Citicoline sodium finds itself reviewed by agencies from the European Medicines Agency to the U.S. FDA and others for both substance monographs and finished dosage product registrations. Regulations evolve quickly, and keeping pace demands not just paperwork but firsthand familiarity with both legacy and updated analytical methods. Our staff undergoes regular validation training — we test against upcoming compendial changes and maintain method transfer capabilities in-house. If a monograph changes a test protocol or expands impurity panels, we do not simply relabel. Instead, we validate new assays, adjust processes, and retune our spec to match both letter and intent. Traceability isn’t optional; it’s the unbroken chain that lets researchers and regulatory bodies trust a vial or drum that originated here.
Real-world consistency turns on small details. Each batch requires calibration across several methods: titration of sodium, ultraviolet spectrophotometry for chromophore drift, and sterility or bioburden checks for injectable grades.

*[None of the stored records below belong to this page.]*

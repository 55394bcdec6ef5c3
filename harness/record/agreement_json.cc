#include "harness/record/agreement_json.h"

#include <stdexcept>
#include <string>

#include <fmt/format.h>

namespace gatedyno {
namespace {

using nlohmann::json;

constexpr const char* kAll = "*";

json PatternToJson(const ArcPattern& pattern) {
  json out = json::object();
  const auto add = [&out](const char* field, const std::string& name) {
    if (name != kAll) {
      out[field] = name;
    }
  };
  add("cells", pattern.cells);
  add("pins", pattern.pins);
  add("outputs", pattern.outputs);
  add("corners", pattern.corners);
  if (pattern.edge) {
    out["edge"] = EdgeName(*pattern.edge);
  }
  return out;
}

// The value of that name; none when the field is not there.
template <class Enum, class Name>
std::optional<Enum> ReadNamed(const json& from,
                              const char* field,
                              std::initializer_list<Enum> values,
                              const Name& name) {
  if (!from.contains(field)) {
    return std::nullopt;
  }
  const std::string word = from.at(field).get<std::string>();
  for (const Enum value : values) {
    if (word == name(value)) {
      return value;
    }
  }
  throw std::runtime_error(fmt::format("unknown {} '{}'", field, word));
}

ArcPattern ReadPattern(const json& from) {
  return {
      .cells = from.value("cells", kAll),
      .pins = from.value("pins", kAll),
      .outputs = from.value("outputs", kAll),
      .corners = from.value("corners", kAll),
      .edge = ReadNamed(from, "edge", {Edge::kRise, Edge::kFall}, EdgeName)};
}

std::optional<double> ReadOptional(const json& from, const char* field) {
  return from.contains(field)
             ? std::optional<double>(from.at(field).get<double>())
             : std::nullopt;
}

}  // namespace

json ToleranceRulesToJson(const std::vector<ToleranceRule>& rules) {
  json list = json::array();
  for (const ToleranceRule& rule : rules) {
    json out = PatternToJson(rule.where);
    if (rule.effort) {
      out["effort"] = *rule.effort;
    }
    if (rule.parasitic) {
      out["parasitic"] = *rule.parasitic;
    }
    list.push_back(std::move(out));
  }
  return list;
}

json ExemptionsToJson(const std::vector<Exemption>& exemptions) {
  json list = json::array();
  for (const Exemption& exemption : exemptions) {
    json out = PatternToJson(exemption.where);
    if (exemption.quantity) {
      out["quantity"] = QuantityName(*exemption.quantity);
    }
    out["reason"] = exemption.reason;
    out["author"] = exemption.author;
    out["expires"] = exemption.expires;
    list.push_back(std::move(out));
  }
  return list;
}

std::vector<ToleranceRule> ReadToleranceRules(const json& list) {
  std::vector<ToleranceRule> rules;
  for (const json& from : list) {
    rules.push_back({.where = ReadPattern(from),
                     .effort = ReadOptional(from, "effort"),
                     .parasitic = ReadOptional(from, "parasitic")});
  }
  return rules;
}

std::vector<Exemption> ReadExemptions(const json& list) {
  std::vector<Exemption> exemptions;
  for (const json& from : list) {
    exemptions.push_back(
        {.where = ReadPattern(from),
         .quantity = ReadNamed(from,
                               "quantity",
                               {Quantity::kEffort, Quantity::kParasitic},
                               QuantityName),
         .reason = from.at("reason").get<std::string>(),
         .author = from.at("author").get<std::string>(),
         .expires = from.at("expires").get<std::string>()});
  }
  return exemptions;
}

}  // namespace gatedyno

Over the years, we’ve adapted equipment, rewritten SOPs, and trained new staff to handle both routine production runs and rare, specialized request scenarios. The end result is a staff culture that takes both pride and accountability in every production cycle.
As demand for citicoline sodium grows both in established markets and in new, research-driven sectors, we continue examining the most meaningful upgrades — from analytics to batch automation and traceability. Rising quality expectations push the standard higher, not as a static checklist but as a moving target shaped by both customers and the regulatory environment. Direct manufacturing always imposes a steeper learning curve, but it supplies the know-how to meet challenges head-on and deliver material that meets nuanced, real-world demands every time.
This direct approach stands on experience, transparency, and commitment, not just a history of compliance. Every kilo shipped leaves behind both documentation and a human chain of care that only forms in a facility where synthesis, feedback, and improvement never stop. For users ranging from clinical trial sponsors to product innovators, this means you can talk directly with the team that makes your citicoline sodium — staff who solve problems and celebrate outcomes alongside you. Confidence, reliability, and improvement never happen by accident. Step-by-step, batch-by-batch, these qualities define the difference when working directly with a genuine manufacturer.